Phase 2: Core Functionality (3 hours)

Goals:

  • Loop and append to CSV

Tasks:

  1. Add interval loop.
  2. Create CSV header if missing.

Checkpoint: CSV grows with consistent lines.

Phase 3: Polish & Edge Cases (2 hours)

Goals:

  • Deterministic timestamps
  • Input validation

Tasks:

  1. Add SOURCE_DATE_EPOCH support.
  2. Validate interval argument.

Checkpoint: Script exits with error on invalid interval.

5.11 Key Implementation Decisions

Decision Options Recommendation Rationale
CPU metric loadavg vs percent loadavg simpler and consistent
Timestamp format local vs UTC UTC easier comparisons
Output file fixed vs rotating fixed simple base case

6. Testing Strategy

6.1 Test Categories

Category Purpose Examples
Unit Tests Validate parsing numeric extraction from commands
Integration Tests Run loop for 3 samples correct CSV format
Edge Case Tests Invalid interval error and exit code

6.2 Critical Test Cases

  1. Valid run: produces header and first sample.
  2. Invalid interval: exits 1 with error.
  3. CSV header: appears only once when appending.
  4. Deterministic time: with SOURCE_DATE_EPOCH, timestamps are fixed.

6.3 Test Data

interval=1
SOURCE_DATE_EPOCH=1767268800

7. Common Pitfalls & Debugging

7.1 Frequent Mistakes

Pitfall Symptom Solution
Header duplicates CSV has repeated headers Write header only if file missing
Wrong memory field Values look too high Use MemAvailable for pressure
Locale issues Commas in decimals Set LC_ALL=C

7.2 Debugging Strategies

  • Print raw command output before parsing.
  • Run with set -x to trace variable values.

7.3 Performance Traps

  • Extremely short intervals (<1s) can consume significant CPU and disk.

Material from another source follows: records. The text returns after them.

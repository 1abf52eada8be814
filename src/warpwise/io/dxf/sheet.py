"""A drawing sheet: which loops are hatched, and the frame and title block around the views.

On a drawing sheet the section is one view among others, inside a frame with a title block.
Two conventions of technical drawing tell the section from the rest (common practice, no
source; ISO 128 for hatching, ISO 5457 and ISO 7200 for frames and title blocks):

- a cut section is hatched: :func:`match_hatches` finds the drawn loop each hatch boundary
  repeats (so that the section is read once, from its drawn outline, and is known as hatched);
- a frame is a rectangle around everything else, with the title block attached to its inside
  in a corner: :func:`find_frames` finds it, and the title block, so that they are left out
  before nesting (else the section becomes a hole of the frame and its cavities solid).

A rectangle along x and y around everything is taken as a frame only with evidence that it
is not the outline of a plate: a title block (at least :data:`TITLE_BLOCK_ITEMS` loops or lines
attached to two adjacent sides), a hatched loop inside it, or a loop inside one of its holes
(the frame would make the section a hole and its cavity solid). A hatched rectangle is never a
frame, nor one whose leaving out would turn a hatched loop into a hole.
"""

from __future__ import annotations

from collections.abc import Sequence
from dataclasses import dataclass

import numpy as np
import shapely
from scipy.sparse import coo_matrix
from scipy.sparse.csgraph import connected_components
from shapely.geometry import LinearRing, LineString, Polygon

from ...geometry.loops import even_odd_nesting

#: Largest distance between a hatch boundary and a drawn loop it repeats, as a fraction of the
#: loop's diagonal; at least :data:`HATCH_MATCH_JOINS` joining tolerances (both are drawn as
#: chords within the joining tolerance of their curves).
HATCH_MATCH = 1e-4
#: Smallest distance allowed for a repeat, in joining tolerances.
HATCH_MATCH_JOINS = 4.0
#: Frames looked for one inside the other (a trimmed-sheet border, then the frame itself).
MAX_FRAMES = 3
#: Fewest loops and lines a title block is made of.
TITLE_BLOCK_ITEMS = 2
#: Largest part of the frame's area a title block covers (its bounding box).
TITLE_BLOCK_AREA = 0.5


def _size(points: np.ndarray) -> float:
    return float(np.hypot(*np.ptp(points, axis=0)))


def match_hatches(drawn: Sequence[np.ndarray], hatch: Sequence[np.ndarray], tol: float, *,
                  earlier: bool = False) -> list[int]:
    """The drawn loop each hatch boundary repeats.

    Parameters
    ----------
    drawn : sequence of numpy.ndarray
        Polygons (n, 2) of the drawn loops, profile unit.
    hatch : sequence of numpy.ndarray
        Polygons (n, 2) of the hatch boundaries, profile unit.
    tol : float
        Joining tolerance, profile unit.
    earlier : bool
        ``drawn`` and ``hatch`` are the same loops: look for a repeat among the loops before
        each one.

    Returns
    -------
    list of int
        For each hatch boundary, the index of the first drawn loop within :data:`HATCH_MATCH`
        of it (Hausdorff distance), -1 for none.

    """
    out = [-1] * len(hatch)
    good = [k for k, p in enumerate(drawn) if len(p) >= 3]
    if not good or not hatch:
        return out
    rings = [LinearRing(drawn[k]) for k in good]
    tree = shapely.STRtree(rings)
    for h, pts in enumerate(hatch):
        if len(pts) < 3:
            continue
        ring = LinearRing(pts)
        limit = max(HATCH_MATCH * _size(pts), HATCH_MATCH_JOINS * tol)
        for j in sorted(int(j) for j in tree.query(ring, predicate="dwithin", distance=limit)):
            if earlier and good[j] >= h:
                break
            if shapely.hausdorff_distance(ring, rings[j], densify=0.25) <= limit:
                out[h] = good[j]
                break
    return out


@dataclass(frozen=True)
class Frame:
    """A drawing frame found on a sheet, with its title block.

    Attributes
    ----------
    loop : int
        Index of the frame's loop.
    loops : tuple of int
        Loops of the title block (attached to the frame).
    chains : tuple of int
        Open chains of the title block.
    size : (float, float)
        Width and height of the frame, profile unit.
    corner : (float, float)
        Its lower left corner, profile unit.
    evidence : str
        Why it is taken as a frame, in words.
    """

    loop: int
    loops: tuple[int, ...]
    chains: tuple[int, ...]
    size: tuple[float, float]
    corner: tuple[float, float]
    evidence: str


def _is_rectangle(points: np.ndarray) -> bool:
    """True for a simple polygon that fills its bounding box (a rectangle along x and y)."""
    if len(points) < 4:
        return False
    ring = LinearRing(points)
    if not ring.is_simple:
        return False
    poly = Polygon(ring)
    box = poly.envelope
    return abs(box.area - poly.area) <= 1e-6 * box.area


def _attached(frame: LinearRing, geoms: Sequence[shapely.Geometry], tol: float) -> np.ndarray:
    """Which geometries touch the frame, directly or through each other (boolean mask)."""
    n = len(geoms)
    tree = shapely.STRtree(list(geoms))
    left, right = tree.query(list(geoms), predicate="dwithin", distance=tol)
    touch = tree.query(frame, predicate="dwithin", distance=tol)
    # node n is the frame
    rows = np.concatenate([left, np.full(len(touch), n)])
    cols = np.concatenate([right, touch])
    graph = coo_matrix((np.ones(len(rows)), (rows, cols)), shape=(n + 1, n + 1))
    _, label = connected_components(graph, directed=False)
    return label[:n] == label[n]


def _title_block(frame: Polygon, parts: Sequence[shapely.Geometry], tol: float) -> bool:
    """True when the attached geometry looks like a title block: several items in a corner."""
    if len(parts) < TITLE_BLOCK_ITEMS:
        return False
    union = shapely.union_all(list(parts))
    x0, y0, x1, y1 = union.bounds
    if (x1 - x0) * (y1 - y0) > TITLE_BLOCK_AREA * frame.area:
        return False
    corners = np.asarray(frame.envelope.exterior.coords)[:4]
    sides = [LineString([corners[k], corners[(k + 1) % 4]]) for k in range(4)]
    near = [union.distance(s) <= tol for s in sides]
    return any(near[k] and near[(k + 1) % 4] for k in range(4))


def _evidence(k: int, rest: list[int], loops: Sequence[np.ndarray], hatched: Sequence[bool],
              title: bool) -> str:
    """Why the loop k around everything is a frame (empty: no evidence)."""
    if title:
        return "a title block is attached to it"
    if any(hatched[i] for i in rest):
        return "the hatched section lies inside it"
    if rest:
        depth, _ = even_odd_nesting([Polygon(loops[i]) for i in [k, *rest]])
        if int(depth.max()) >= 2:
            return "other loops lie inside the loops it encloses"
    return ""


def _frame_of(k: int, alive: list[int], lines: list[int], loops: Sequence[np.ndarray],
              chains: Sequence[np.ndarray], hatched: Sequence[bool], tol: float) -> Frame | None:
    """Loop k as a frame around the other loops and lines alive, or None when it is not one."""
    ring = LinearRing(loops[k])
    others = [i for i in alive if i != k]
    geoms = [LinearRing(loops[i]) for i in others] + [LineString(chains[j]) for j in lines]
    frame = Polygon(ring)
    if not bool(np.all(shapely.covers(frame.buffer(tol), geoms))):
        return None
    mask = _attached(ring, geoms, tol)
    if any(hatched[i] and m and ring.distance(g) <= tol
           for i, m, g in zip(others, mask, geoms, strict=False)):
        return None  # a hatched section touching the rectangle: it is not a frame around it
    title = _title_block(frame, [g for g, m in zip(geoms, mask, strict=True) if m], tol)
    if title:  # what lies in the title block's cells (text strokes, filled logos) belongs to it
        cells = shapely.union_all([Polygon(loops[i]) for i, m in zip(others, mask, strict=False) if m])
        mask |= np.asarray(shapely.covers(cells.buffer(tol), geoms), dtype=bool)
    rest = [i for i, m in zip(others, mask, strict=False) if not m]
    why = _evidence(k, rest, loops, hatched, title)
    if not rest or not why:
        return None
    x0, y0, x1, y1 = ring.bounds
    return Frame(k, tuple(i for i, m in zip(others, mask, strict=False) if m),
                 tuple(j for j, m in zip(lines, mask[len(others):], strict=True) if m),
                 (x1 - x0, y1 - y0), (x0, y0), why)


def find_frames(loops: Sequence[np.ndarray], straight: Sequence[bool], hatched: Sequence[bool],
                chains: Sequence[np.ndarray], tol: float) -> list[Frame]:
    """The drawing frames of a sheet (outermost first) and their title blocks.

    Parameters
    ----------
    loops : sequence of numpy.ndarray
        Polygons (n, 2) of the closed loops, profile unit.
    straight : sequence of bool
        For each loop, True when it is made of straight lines only.
    hatched : sequence of bool
        For each loop, True when it is hatched.
    chains : sequence of numpy.ndarray
        Points (n, 2) of the open chains, profile unit.
    tol : float
        Joining tolerance, profile unit.

    Returns
    -------
    list of Frame
        Empty when no loop is a frame.

    """
    alive = [k for k, p in enumerate(loops) if len(p) >= 3]
    lines = [k for k, p in enumerate(chains) if len(p) >= 2]
    frames: list[Frame] = []
    for _ in range(MAX_FRAMES):
        if len(alive) < 2:
            break
        k = max(alive, key=lambda i: abs(Polygon(loops[i]).area))
        if not straight[k] or hatched[k] or not _is_rectangle(loops[k]):
            break
        frame = _frame_of(k, alive, lines, loops, chains, hatched, tol)
        if frame is None:
            break
        frames.append(frame)
        gone = {k, *frame.loops}
        alive = [i for i in alive if i not in gone]
        lines = [j for j in lines if j not in set(frame.chains)]
    return _agreeing_with_hatches(frames, loops, hatched)


def _agreeing_with_hatches(frames: list[Frame], loops: Sequence[np.ndarray],
                           hatched: Sequence[bool]) -> list[Frame]:
    """The frames, innermost first given up, until every hatched loop left is solid.

    Leaving a loop out flips the even-odd nesting of everything inside it; a hatched loop that
    would become a hole says the loop left out was material, not a frame.
    """
    frames = list(frames)
    while frames:
        gone = {k for f in frames for k in (f.loop, *f.loops)}
        rest = [i for i, p in enumerate(loops) if i not in gone and len(p) >= 3]
        depth, _ = even_odd_nesting([Polygon(loops[i]) for i in rest])
        if all(d % 2 == 0 for i, d in zip(rest, depth, strict=True) if hatched[i]):
            break
        frames.pop()
    return frames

8. Extensions & Challenges

8.1 Beginner Extensions

  • Add disk usage for /var.
  • Add optional output path argument.

8.2 Intermediate Extensions

  • Rotate CSV daily.
  • Add memory used in MB alongside percent.

8.3 Advanced Extensions

  • Compute CPU percent from /proc/stat deltas.
  • Add alert thresholds and notifications.

9. Real-World Connections

9.1 Industry Applications

  • Ops monitoring: quick health visibility.
  • Capacity planning: long-term trend analysis.
  • collectd: system statistics collection daemon.
  • node_exporter: Prometheus metrics exporter.

9.3 Interview Relevance

  • Systems knowledge: interpreting load and memory.
  • Data handling: reliable logging and sampling.

10. Resources

10.1 Essential Reading

  • How Linux Works by Brian Ward - Ch. 4
  • The Linux Command Line by William E. Shotts - Ch. 10

10.2 Video Resources

  • “Linux Performance Basics” (any systems course)

10.3 Tools & Documentation

  • /proc: man proc
  • free/df: man free, man df

11. Self-Assessment Checklist

11.1 Understanding

  • I can explain what load average means.
  • I can explain why MemAvailable is useful.
  • I can describe the trade-off of sampling intervals.

11.2 Implementation

  • CSV output is clean and consistent.
  • Interval argument is validated.
  • Script runs for 1 hour without corruption.

11.3 Growth

  • I can import the CSV into a tool and plot it.
  • I can explain my metric choices.

12. Submission / Completion Criteria

Minimum Viable Completion:

  • Script logs timestamps, load, memory, and disk usage.
  • Header appears exactly once.
  • Interval argument works.

Full Completion:

  • Deterministic timestamps supported.
  • Handles invalid input with clear errors.

Excellence (Going Above & Beyond):

  • CPU percent calculation with /proc/stat.
  • Daily CSV rotation with archival.